DAK Pengembangan IKM Naik 3 Kali Lipat Jadi Rp540 Miliar pada 2019

DAK Pengembangan IKM Naik 3 Kali Lipat Jadi Rp540 Miliar pada 2019
(Ilustrasi) Perajin menyelesaikan proses produksi batik di Pegandon, Kabupaten Pekalongan, Jawa Tengah, Senin (19/2/2018). ANTARA FOTO/Harviyan Perdana Putra

Jakarta, Forumnusantara.com - Kementerian Perindustrian menganggarkan Dana Alokasi Khusus (DAK) pengembangan Industri Kecil dan Menengah (IKM) senilai Rp540 miliar pada 2019. DAK IKM itu akan ditransfer ke 109 kabupaten atau kota.

Direktur Jenderal Industri Kecil, Menengah dan Aneka (IKMA), Kemenperin, Gati Wibawaningsih mengatakan alokasi anggaran itu untuk menumbuhkan wirausaha industri baru, merevitalisasi sentra IKM serta pembangunan infrastruktur penunjang industri kecil dan menengah.

“Selain mengandalkan dana dekonsentrasi, pemerintah daerah juga diarahkan untuk mulai menggunakan DAK. Misalnya, untuk penguatan jaringan dalam pemasaran IKM. Apalagi, IKM di Indonesia harus sudah memenuhi kriteria di era dunia digital,” kata Gati di Jakarta pada Selasa (26/2/2019) dalam siaran pers Kemenperin.

Berdasar data Kemenperin, program DAK Fisik Revitalisasi Sentra IKM sudah berjalan sejak 2016 dan saat itu alokasi anggarannya senilai Rp166,3 miliar untuk 149 kabupaten atau kota.

Kemudian, pada 2017, DAK untuk pengembangan IKM dianggarkan sebesar Rp161,5 miliar untuk 113 kabupaten atau kota. Setelah sedikit turun, DAK IKM dinaikkan pada 2018 menjadi Rp173,7 miliar untuk 73 kabupaten atau kota.

Dengan alokasi DAK IKM sebesar Rp540 Miliar pada 2019, artinya ada kenaikan sebesar tiga kali lipat dibandingkan pagu anggaran pada tahun sebelumnya.
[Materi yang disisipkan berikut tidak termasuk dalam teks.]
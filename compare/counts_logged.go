package compare

// JudgeCounts makes r a count-data result whose tests were run elsewhere:
// a campaign's custodian runs [CountTests] on the true counts when it
// opens a comparison, and everyone else sees only the blinded tables,
// whose pulls r holds. The Gaussian criteria of r are replaced by the
// count criteria of cs, judged with opt's α and tolerances, as [Columns]
// does in counts mode; the p-value criteria are not adjusted yet
// ([AdjustFamily]).
func (r *Result) JudgeCounts(cs *CountStats, opt Options) {
	r.Counts = cs
	r.judgeCounts(opt.effective())
}
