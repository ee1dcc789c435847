package compare

import (
	"bufio"
	"flag"
	"fmt"
	"math"
	"math/rand/v2"
	"os"
	"path/filepath"
	"testing"

	"tandem/compare/table"
)

var benchDir = flag.String("benchdir", "", "keep the 10⁶-bin benchmark tables in this folder (for the pandas comparison)")

// benchTables writes two agreeing tables of n bins (fixed seed) unless
// they exist, and returns their paths.
func benchTables(b *testing.B, n int) (string, string) {
	dir := *benchDir
	if dir == "" {
		dir = b.TempDir()
	}
	if err := os.MkdirAll(dir, 0o755); err != nil {
		b.Fatal(err)
	}
	pa, pb := filepath.Join(dir, fmt.Sprintf("a_%d.csv", n)), filepath.Join(dir, fmt.Sprintf("b_%d.csv", n))
	if _, err := os.Stat(pb); err == nil {
		return pa, pb
	}
	rng := rand.New(rand.NewPCG(7, 7))
	for _, p := range []string{pa, pb} {
		f, err := os.Create(p)
		if err != nil {
			b.Fatal(err)
		}
		w := bufio.NewWriter(f)
		fmt.Fprintln(w, "lo,hi,y,stat,syst")
		for i := 0; i < n; i++ {
			truth := 1000 * math.Exp(-float64(i)/float64(n))
			stat, syst := math.Sqrt(truth), 0.01*truth
			y := truth + math.Sqrt(stat*stat+syst*syst)*rng.NormFloat64()
			fmt.Fprintf(w, "%d,%d,%.6f,%.6f,%.6f\n", i, i+1, y, stat, syst)
		}
		if err := w.Flush(); err != nil {
			b.Fatal(err)
		}
		f.Close()
	}
	return pa, pb
}

// BenchmarkCompareMillion reads two 10⁶-bin CSV tables and compares them:
// pulls, χ², p-value, pull moments, KS (asymptotic above 10⁴ bins), runs
// test and the largest pull. Compare with testdata/reference/bench_pandas.py
// on the same files (see README, Performance).
func BenchmarkCompareMillion(b *testing.B) { benchReadCompare(b, 1_000_000) }

// BenchmarkCompareTenth is the same at 10⁵ bins: memory per operation
// should be a tenth (memory proportional to the bins).
func BenchmarkCompareTenth(b *testing.B) { benchReadCompare(b, 100_000) }

func benchReadCompare(b *testing.B, n int) {
	pa, pb := benchTables(b, n)
	sel := []Selection{{Value: "y", Errors: []string{"stat", "syst"}}}
	b.ReportAllocs()
	for b.Loop() {
		ts, err := readBoth(pa, pb)
		if err != nil {
			b.Fatal(err)
		}
		if _, err := Tables(ts[0], ts[1], sel, 1e-9, Options{Limits: DefaultLimits}); err != nil {
			b.Fatal(err)
		}
	}
}

// BenchmarkCompareOnly times the statistics alone on 10⁶ bins.
func BenchmarkCompareOnly(b *testing.B) {
	pa, pb := benchTables(b, 1_000_000)
	ta, _ := table.ReadFile(pa, table.CSVOptions{})
	tb, _ := table.ReadFile(pb, table.CSVOptions{})
	sel := []Selection{{Value: "y", Errors: []string{"stat", "syst"}}}
	b.ReportAllocs()
	for b.Loop() {
		if _, err := Tables(ta, tb, sel, 1e-9, Options{Limits: DefaultLimits}); err != nil {
			b.Fatal(err)
		}
	}
}

// BenchmarkColumnsOnly times the statistics alone on 10⁶ bins with the
// errors as two sources, each with its own declared correlation.
func BenchmarkColumnsOnly(b *testing.B) {
	pa, pb := benchTables(b, 1_000_000)
	ta, _ := table.ReadFile(pa, table.CSVOptions{})
	tb, _ := table.ReadFile(pb, table.CSVOptions{})
	sel := []Selection{{Value: "y", Errors: []string{"stat", "syst"}}}
	opt := Defaults()
	opt.Correlations = map[string]Rho{"stat": Number(0), "syst": Number(1)}
	b.ReportAllocs()
	for b.Loop() {
		if _, err := Columns(ta, tb, sel, opt); err != nil {
			b.Fatal(err)
		}
	}
}

// readBoth reads two CSV tables concurrently, as the command line does.
func readBoth(pa, pb string) ([]*table.Table, error) {
	var ta, tb *table.Table
	var ea, eb error
	done := make(chan bool)
	go func() { ta, ea = table.ReadFile(pa, table.CSVOptions{}); done <- true }()
	tb, eb = table.ReadFile(pb, table.CSVOptions{})
	<-done
	if ea != nil {
		return nil, ea
	}
	return []*table.Table{ta, tb}, eb
}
Menurut Gati, pemerintah terus mengucurkan DAK untuk meningkatkan daya saing IKM nasional agar lebih kompetitif di pasar domestik maupun global.
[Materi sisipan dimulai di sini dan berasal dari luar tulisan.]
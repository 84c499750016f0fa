// The report's page machinery without a browser: escaping, the colour scale, the histogram, the page data
// and the assembled HTML. Browser behaviour is in report-browser.test.ts.
import { describe, expect, it } from 'vitest';
import { numpy } from './helpers/numpy.js';
import { readFileSync } from 'node:fs';
import { runInNewContext } from 'node:vm';
import { escapeHtml, inlineScriptSource, jsonForScript } from '../src/report/escape.js';
import { colourAt, colourClasses, stepColourscale, VIRIDIS_STOPS } from '../src/report/colours.js';
import { logHistogram } from '../src/report/log-histogram.js';
import { AMD_STEP_ANGSTROM, buildEdgeClasses, buildSiftPageData, edgeClassOf, EDGE_CLASSES, packAmd, unpackAmdRow } from '../src/report/sift-data.js';
import { renderSiftReport, LANDSCAPE_CAUTION } from '../src/report/sift-report.js';
import { plotlyBundlePath, readPlotlyBundle } from '../src/report/assets.js';
import { PAGE_DATA_ID } from '../src/report/page.js';
import { renameStructures, syntheticLandscape } from './helpers/synthetic-landscape.js';

const HOSTILE = [
  'x</script><script>alert(1)</script>',
  '<img src=x onerror=alert(1)>',
  `it's "quoted"`,
  '&amp;',
  '<!--<script>',
  'line\u2028separator\u2029end',
];

function embeddedData(html: string): unknown {
  const open = `<script type="application/json" id="${PAGE_DATA_ID}">`;
  const start = html.indexOf(open);
  expect(start).toBeGreaterThan(0);
  const end = html.indexOf('</script>', start);
  return JSON.parse(html.slice(start + open.length, end));
}

describe('escaping', () => {
  it('escapes the five HTML-special characters (HTML Living Standard, named character references)', () => {
    expect(escapeHtml(`<a href="x" title='y'>&</a>`)).toBe('&lt;a href=&quot;x&quot; title=&#39;y&#39;&gt;&amp;&lt;/a&gt;');
  });

  it('JSON for a script element contains no <, >, & or line separators and parses back to the same value', () => {
    const value = { ids: HOSTILE, nested: { s: HOSTILE.join('|') } };
    const text = jsonForScript(value);
    expect(text).not.toMatch(/[<>&\u2028\u2029]/);
    expect(JSON.parse(text)).toEqual(value);
  });

  it('an inlined script cannot close its element and still computes the same values', () => {
    const src = `var out = ["</script>", "<!--", '</SCRIPT >', /<\\/script>/.test("</script>"), \`<!--x</script>\`];`;
    const safe = inlineScriptSource(src);
    expect(safe.toLowerCase()).not.toContain('</script');
    expect(safe).not.toContain('<!--');
    const a = runInNewContext(`${src}; out`) as unknown[];
    const b = runInNewContext(`${safe}; out`) as unknown[];
    expect(b).toEqual(a);
  });

  it('the installed plotting library has no sequence that would end or confuse its inline script element', () => {
    const src = inlineScriptSource(readPlotlyBundle());
    expect(src.toLowerCase()).not.toContain('</script');
    expect(src).not.toContain('<!--');
  });
});

describe('colours', () => {
  it('the viridis control points are those shipped in the installed plotly.js bundle (its `Viridis` scale)', () => {
    const bundle = readFileSync(plotlyBundlePath(), 'utf8');
    const m = /Viridis:(\[\[[^\]]*\](?:,\[[^\]]*\])*\])/.exec(bundle);
    expect(m, 'Viridis scale not found in the plotly bundle').not.toBeNull();
    const shipped = JSON.parse(m![1]!.replace(/\[\./g, '[0.')) as Array<[number, string]>;
    expect(shipped.length).toBe(VIRIDIS_STOPS.length);
    shipped.forEach(([p, c], i) => {
      expect(VIRIDIS_STOPS[i]![0]).toBeCloseTo(p, 12);
      expect(VIRIDIS_STOPS[i]![1]).toBe(c);
    });
  });

  it('viridis runs from #440154 to #fde725 with #21918c at its middle sample (matplotlib _viridis_data entries 0, 255, 128; from memory, and as the bundle ships them)', () => {
    expect(colourAt(VIRIDIS_STOPS, 0)).toBe('#440154');
    expect(colourAt(VIRIDIS_STOPS, 1)).toBe('#fde725');
    expect(colourAt(VIRIDIS_STOPS, 128 / 255)).toBe('#21918c');
    expect(colourAt(VIRIDIS_STOPS, -3)).toBe('#440154');
    expect(colourAt(VIRIDIS_STOPS, 7)).toBe('#fde725');
  });

  it('between two control points colours are the linear sRGB interpolation', () => {
    // Halfway between #440154 (68,1,84) and #48186a (72,24,106): (70, 12.5, 95) -> rounded (70, 13, 95).
    expect(colourAt(VIRIDIS_STOPS, 8 / 255)).toBe('#460d5f');
  });

  it('class colours get lighter from first to last (viridis lightness rises monotonically by design)', () => {
    const luminance = (hex: string) => {
      const v = [1, 3, 5].map((o) => parseInt(hex.slice(o, o + 2), 16));
      return 0.2126 * v[0]! + 0.7152 * v[1]! + 0.0722 * v[2]!; // ITU-R BT.709 weights
    };
    const cls = colourClasses(VIRIDIS_STOPS, 8);
    for (let i = 1; i < cls.length; i++) expect(luminance(cls[i]!)).toBeGreaterThan(luminance(cls[i - 1]!));
  });

  it('a stepped colour scale holds each class colour over exactly its band', () => {
    const s = stepColourscale(['#000000', '#ffffff']);
    expect(s).toEqual([[0, '#000000'], [0.5, '#000000'], [0.5, '#ffffff'], [1, '#ffffff']]);
  });
});

describe('nearest-neighbour histogram on a log axis', () => {
  it('counts equal numpy.histogram of log10(values) over the same edges', () => {
    const values: Array<number | null> = [];
    let s = 7;
    for (let i = 0; i < 3000; i++) {
      s = (s * 16807) % 2147483647; // Park–Miller minimal standard generator (CACM 1988)
      values.push(Math.pow(10, -3.5 + 4 * (s / 2147483647)));
    }
    values.push(0, 0, null, -1, 0.01, 0.1, 1);
    const h = logHistogram(values, 10);
    expect(h.zeros).toBe(2);
    expect(h.missing).toBe(2);
    const ref = numpy(
      'v=np.array([x for x in d["v"] if x is not None and x>0]); c,_=np.histogram(np.log10(v), bins=np.array(d["e"])); print(json.dumps(c.tolist()))',
      { v: values, e: h.edgesLog10 },
    ) as number[];
    expect(h.counts).toEqual(ref);
    expect(h.counts.reduce((a, b) => a + b, 0)).toBe(values.length - 4);
  });

  it('no positive value gives an empty histogram that still reports zeros and missing ones', () => {
    expect(logHistogram([0, null, 0], 10)).toEqual({ edgesLog10: [], counts: [], zeros: 2, missing: 1 });
  });
});

describe('page data of the sift report', () => {
  const land = syntheticLandscape({ kept: 400, seed: 5 });
  const data = buildSiftPageData(land, 'test');

  it('keeps one column entry per structure with the landscape values', () => {
    expect(data.s.id.length).toBe(land.structures.length);
    land.structures.forEach((r, i) => {
      expect(data.s.id[i]).toBe(r.id);
      expect(data.files[data.s.file[i]!]! + '#' + (data.s.block[i] ?? data.s.id[i])).toBe(r.source);
      expect(data.statusCodes[data.s.status[i]!]).toBe(r.status);
      if (r.energyRel === null) expect(data.s.energyRel[i]).toBeNull();
      else expect(data.s.energyRel[i]).toBeCloseTo(r.energyRel, 4);
      expect(data.s.keptIndex[i]).toBe(r.keptIndex);
      expect(data.s.members[i]).toBe(r.members);
    });
    expect(data.kept).toEqual(land.kept);
  });

  it('bins the neighbourhood lines into EMD classes as numpy.digitize does with the same bounds', () => {
    // Round bounds (issue 14): at most EDGE_CLASSES classes, each used by the data at its ends.
    const classes = data.edgeClasses.boundsAngstrom.length - 1;
    expect(classes).toBeGreaterThanOrEqual(2);
    expect(classes).toBeLessThanOrEqual(EDGE_CLASSES);
    const d = land.edges.map((e) => e[2]);
    const inner = data.edgeClasses.boundsAngstrom.slice(1, -1);
    const ref = numpy('print(json.dumps(np.digitize(np.array(d["d"]), np.array(d["b"])).tolist()))', { d, b: inner }) as number[];
    expect(data.edgeClass).toEqual(ref);
    expect(Math.min(...data.edgeClass)).toBe(0);
    expect(Math.max(...data.edgeClass)).toBe(classes - 1);
  });

  it('one edge length gives one class; no edges give none', () => {
    const one = buildEdgeClasses(0.3, 0.3);
    expect(one.colours.length).toBe(1);
    expect(edgeClassOf(0.3, one.boundsAngstrom)).toBe(0);
    expect(buildEdgeClasses(Infinity, -Infinity).colours).toEqual([]);
  });

  it('packs the AMD rows on a 1e-4 Å grid (2 bytes a value) that decodes to within half a step', () => {
    const amd = data.amd!;
    expect(amd.encoding).toBe('u16-delta');
    expect(Buffer.from(amd.base64, 'base64').length).toBe(amd.index.length * amd.k * 2);
    land.invariants.kept.forEach((row, r) => {
      expect(amd.index[r]).toBe(row.index);
      const back = unpackAmdRow(amd, r);
      for (let j = 0; j < amd.k; j++) expect(Math.abs(back[j]! - row.amd[j]!)).toBeLessThanOrEqual(AMD_STEP_ANGSTROM / 2 + 1e-12);
    });
  });

  it('falls back to Float32 when an AMD value does not fit the grid, and decodes it to Float32 precision', () => {
    const odd = syntheticLandscape({ kept: 10, seed: 3 });
    odd.invariants.kept[2]!.amd[0] = 7.5; // first value above 65535 steps of 1e-4 Å
    const packed = packAmd(odd)!;
    expect(packed.encoding).toBe('f32');
    odd.invariants.kept.forEach((row, r) => {
      const back = unpackAmdRow(packed, r);
      for (let j = 0; j < packed.k; j++) expect(back[j]).toBeCloseTo(row.amd[j]!, 5);
    });
  });

  it('refuses a landscape whose kept list names a non-kept structure', () => {
    const bad = syntheticLandscape({ kept: 20, seed: 2 });
    const dup = bad.structures.find((r) => r.status === 'duplicate')!;
    bad.kept.push(dup.index);
    expect(() => buildSiftPageData(bad, 't')).toThrow(/not a kept structure/);
  });
});

describe('the report HTML', () => {
  const land = renameStructures(
    syntheticLandscape({ kept: 60, seed: 9 }),
    HOSTILE.map((h, i) => ({ at: i, id: h, block: `blk-${h}`, file: `dir/${h}.cif` })),
  );
  const html = renderSiftReport(land, { title: 'Run <b>A</b> & "B"' });

  it('loads nothing from outside the file: no src or href attributes, no URL schemes that fetch', () => {
    expect(html).not.toMatch(/<(script|link|img|iframe)[^>]*\s(src|href)\s*=/i);
    expect(html).toMatch(/<meta http-equiv="Content-Security-Policy" content="default-src &#39;none&#39;/);
  });

  it('holds no input string raw: hostile ids, blocks and file names appear only escaped', () => {
    for (const h of HOSTILE.slice(0, 2)) expect(html).not.toContain(h);
    expect(html).not.toContain('<b>A</b>');
    expect(html).toContain('<title>Run &lt;b&gt;A&lt;/b&gt; &amp; &quot;B&quot;</title>');
    // Only our own script elements: the library, the shared helpers, the page script and the data.
    expect((html.match(/<script/gi) ?? []).length).toBe(4);
  });

  it('embeds the page data so that it parses back to the landscape strings, hostile ones included', () => {
    const data = embeddedData(html) as { s: { id: string[]; block: Array<string | null> }; files: string[] };
    HOSTILE.forEach((h, i) => {
      expect(data.s.id[i]).toBe(h);
      expect(data.s.block[i]).toBe(`blk-${h}`);
      expect(data.files).toContain(`dir/${h}.cif`);
    });
  });

  it('carries the caution in the page', () => {
    expect(html).toContain(escapeHtml(LANDSCAPE_CAUTION));
  });
});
Dia menjelaskan, sesuai Peraturan Presiden Nomor 5 Tahun 2018 tentang Petunjuk Teknis DAK Fisik, pemerintah daerah bisa mengusulkan kegiatan yang berfokus pada sentra yang sudah tapi masih memerlukan peningkatan sarana dan prasarana.

“Proses DAK mulai dari usulan sampai ketetapan penerima, menggunakan sistem terpusat di Bappenas. Selanjutnya, dilakukan koordinasi teknis dan substansi dengan Ditjen IKMA serta penganggaran sampai pada penetapan di Kementerian Keuangan," kata dia seperti dilansir dari Tirto.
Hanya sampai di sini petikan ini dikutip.